Could you return every line of the records below that contains the word "struct"?
*** Input data Section Begins ***
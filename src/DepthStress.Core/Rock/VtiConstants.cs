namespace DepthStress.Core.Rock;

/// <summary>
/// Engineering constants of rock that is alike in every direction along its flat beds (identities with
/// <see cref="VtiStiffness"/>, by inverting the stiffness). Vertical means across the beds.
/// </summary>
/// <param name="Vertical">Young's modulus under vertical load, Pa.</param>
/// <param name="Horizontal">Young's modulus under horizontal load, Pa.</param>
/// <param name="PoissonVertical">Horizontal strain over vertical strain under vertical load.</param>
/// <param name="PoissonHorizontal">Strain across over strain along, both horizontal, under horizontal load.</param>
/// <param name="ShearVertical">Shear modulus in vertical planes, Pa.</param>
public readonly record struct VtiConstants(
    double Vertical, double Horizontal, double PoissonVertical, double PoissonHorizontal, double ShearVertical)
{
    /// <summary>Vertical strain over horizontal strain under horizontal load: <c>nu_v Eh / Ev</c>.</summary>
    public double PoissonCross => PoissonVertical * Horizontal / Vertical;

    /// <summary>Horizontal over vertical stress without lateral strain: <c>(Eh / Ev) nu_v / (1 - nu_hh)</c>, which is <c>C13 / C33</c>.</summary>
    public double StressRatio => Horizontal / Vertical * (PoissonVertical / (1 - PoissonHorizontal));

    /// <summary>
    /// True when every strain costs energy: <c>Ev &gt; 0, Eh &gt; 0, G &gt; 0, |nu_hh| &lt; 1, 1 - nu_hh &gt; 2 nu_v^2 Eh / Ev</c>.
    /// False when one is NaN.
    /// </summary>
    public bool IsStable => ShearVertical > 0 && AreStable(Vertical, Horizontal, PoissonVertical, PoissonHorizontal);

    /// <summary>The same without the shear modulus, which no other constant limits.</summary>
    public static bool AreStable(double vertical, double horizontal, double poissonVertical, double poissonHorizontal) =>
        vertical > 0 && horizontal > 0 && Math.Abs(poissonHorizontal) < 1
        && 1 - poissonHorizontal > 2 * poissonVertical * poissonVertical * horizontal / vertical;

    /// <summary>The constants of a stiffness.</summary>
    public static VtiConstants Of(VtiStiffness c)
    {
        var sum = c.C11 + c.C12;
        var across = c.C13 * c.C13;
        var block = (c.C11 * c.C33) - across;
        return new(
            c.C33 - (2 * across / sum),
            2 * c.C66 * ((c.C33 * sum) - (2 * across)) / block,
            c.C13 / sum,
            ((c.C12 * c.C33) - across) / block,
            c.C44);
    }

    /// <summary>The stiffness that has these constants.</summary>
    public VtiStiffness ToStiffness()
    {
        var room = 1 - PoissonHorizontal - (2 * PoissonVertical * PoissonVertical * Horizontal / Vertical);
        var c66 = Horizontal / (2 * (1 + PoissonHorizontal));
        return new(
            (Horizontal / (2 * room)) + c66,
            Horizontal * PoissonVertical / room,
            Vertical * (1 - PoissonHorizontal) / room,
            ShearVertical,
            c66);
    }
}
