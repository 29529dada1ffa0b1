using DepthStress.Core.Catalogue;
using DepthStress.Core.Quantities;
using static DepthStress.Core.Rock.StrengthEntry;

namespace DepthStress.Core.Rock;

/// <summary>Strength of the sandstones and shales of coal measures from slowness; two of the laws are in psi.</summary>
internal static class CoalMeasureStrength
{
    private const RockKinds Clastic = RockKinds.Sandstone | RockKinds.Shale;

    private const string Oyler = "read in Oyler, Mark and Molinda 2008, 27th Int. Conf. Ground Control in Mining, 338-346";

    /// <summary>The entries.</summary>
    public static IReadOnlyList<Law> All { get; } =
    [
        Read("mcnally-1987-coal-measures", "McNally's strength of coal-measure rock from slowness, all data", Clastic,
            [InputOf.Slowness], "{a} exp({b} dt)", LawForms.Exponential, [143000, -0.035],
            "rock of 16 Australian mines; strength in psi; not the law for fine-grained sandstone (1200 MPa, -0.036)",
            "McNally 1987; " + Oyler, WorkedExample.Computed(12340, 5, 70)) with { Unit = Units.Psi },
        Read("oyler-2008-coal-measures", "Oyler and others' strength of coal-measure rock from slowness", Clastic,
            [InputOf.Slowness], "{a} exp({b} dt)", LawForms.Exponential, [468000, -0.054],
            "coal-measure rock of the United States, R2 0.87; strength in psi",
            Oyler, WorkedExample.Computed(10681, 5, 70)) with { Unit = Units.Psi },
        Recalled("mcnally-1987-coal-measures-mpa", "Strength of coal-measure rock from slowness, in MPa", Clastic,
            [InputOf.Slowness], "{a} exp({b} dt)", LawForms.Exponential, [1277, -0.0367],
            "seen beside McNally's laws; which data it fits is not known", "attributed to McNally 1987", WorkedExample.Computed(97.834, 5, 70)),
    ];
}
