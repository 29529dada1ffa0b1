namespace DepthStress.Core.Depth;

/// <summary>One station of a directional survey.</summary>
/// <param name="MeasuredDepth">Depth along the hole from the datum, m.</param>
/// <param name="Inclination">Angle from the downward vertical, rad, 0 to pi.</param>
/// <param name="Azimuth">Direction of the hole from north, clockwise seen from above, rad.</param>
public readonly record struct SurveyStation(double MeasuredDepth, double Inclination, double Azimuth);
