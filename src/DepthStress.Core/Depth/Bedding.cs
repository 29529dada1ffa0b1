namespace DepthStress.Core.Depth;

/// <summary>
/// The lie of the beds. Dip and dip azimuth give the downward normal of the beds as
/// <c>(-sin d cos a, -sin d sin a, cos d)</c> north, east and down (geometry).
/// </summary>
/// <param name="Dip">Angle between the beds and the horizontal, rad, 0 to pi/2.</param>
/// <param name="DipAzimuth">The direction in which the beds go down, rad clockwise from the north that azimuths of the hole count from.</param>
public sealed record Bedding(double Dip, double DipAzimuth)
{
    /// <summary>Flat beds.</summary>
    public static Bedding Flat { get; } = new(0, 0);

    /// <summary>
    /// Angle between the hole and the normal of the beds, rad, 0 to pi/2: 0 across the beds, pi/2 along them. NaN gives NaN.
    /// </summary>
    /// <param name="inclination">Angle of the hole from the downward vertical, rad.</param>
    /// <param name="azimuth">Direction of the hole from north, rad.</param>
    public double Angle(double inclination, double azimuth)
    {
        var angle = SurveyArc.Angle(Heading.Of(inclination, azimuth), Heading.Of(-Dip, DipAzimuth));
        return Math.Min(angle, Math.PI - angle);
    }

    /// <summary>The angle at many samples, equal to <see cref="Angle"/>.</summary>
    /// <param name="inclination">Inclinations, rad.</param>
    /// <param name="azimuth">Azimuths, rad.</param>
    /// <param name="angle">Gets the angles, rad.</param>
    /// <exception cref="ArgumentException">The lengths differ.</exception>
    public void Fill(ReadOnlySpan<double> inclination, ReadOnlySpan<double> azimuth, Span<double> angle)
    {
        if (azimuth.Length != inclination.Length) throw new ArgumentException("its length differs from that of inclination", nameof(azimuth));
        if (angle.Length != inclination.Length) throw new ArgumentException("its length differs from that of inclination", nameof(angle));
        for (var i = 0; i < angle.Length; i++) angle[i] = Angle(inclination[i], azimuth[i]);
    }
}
*** Input data Section Ends ***
## The answer:
public readonly record struct VtiConstants(
public readonly record struct SurveyStation(double MeasuredDepth, double Inclination, double Azimuth);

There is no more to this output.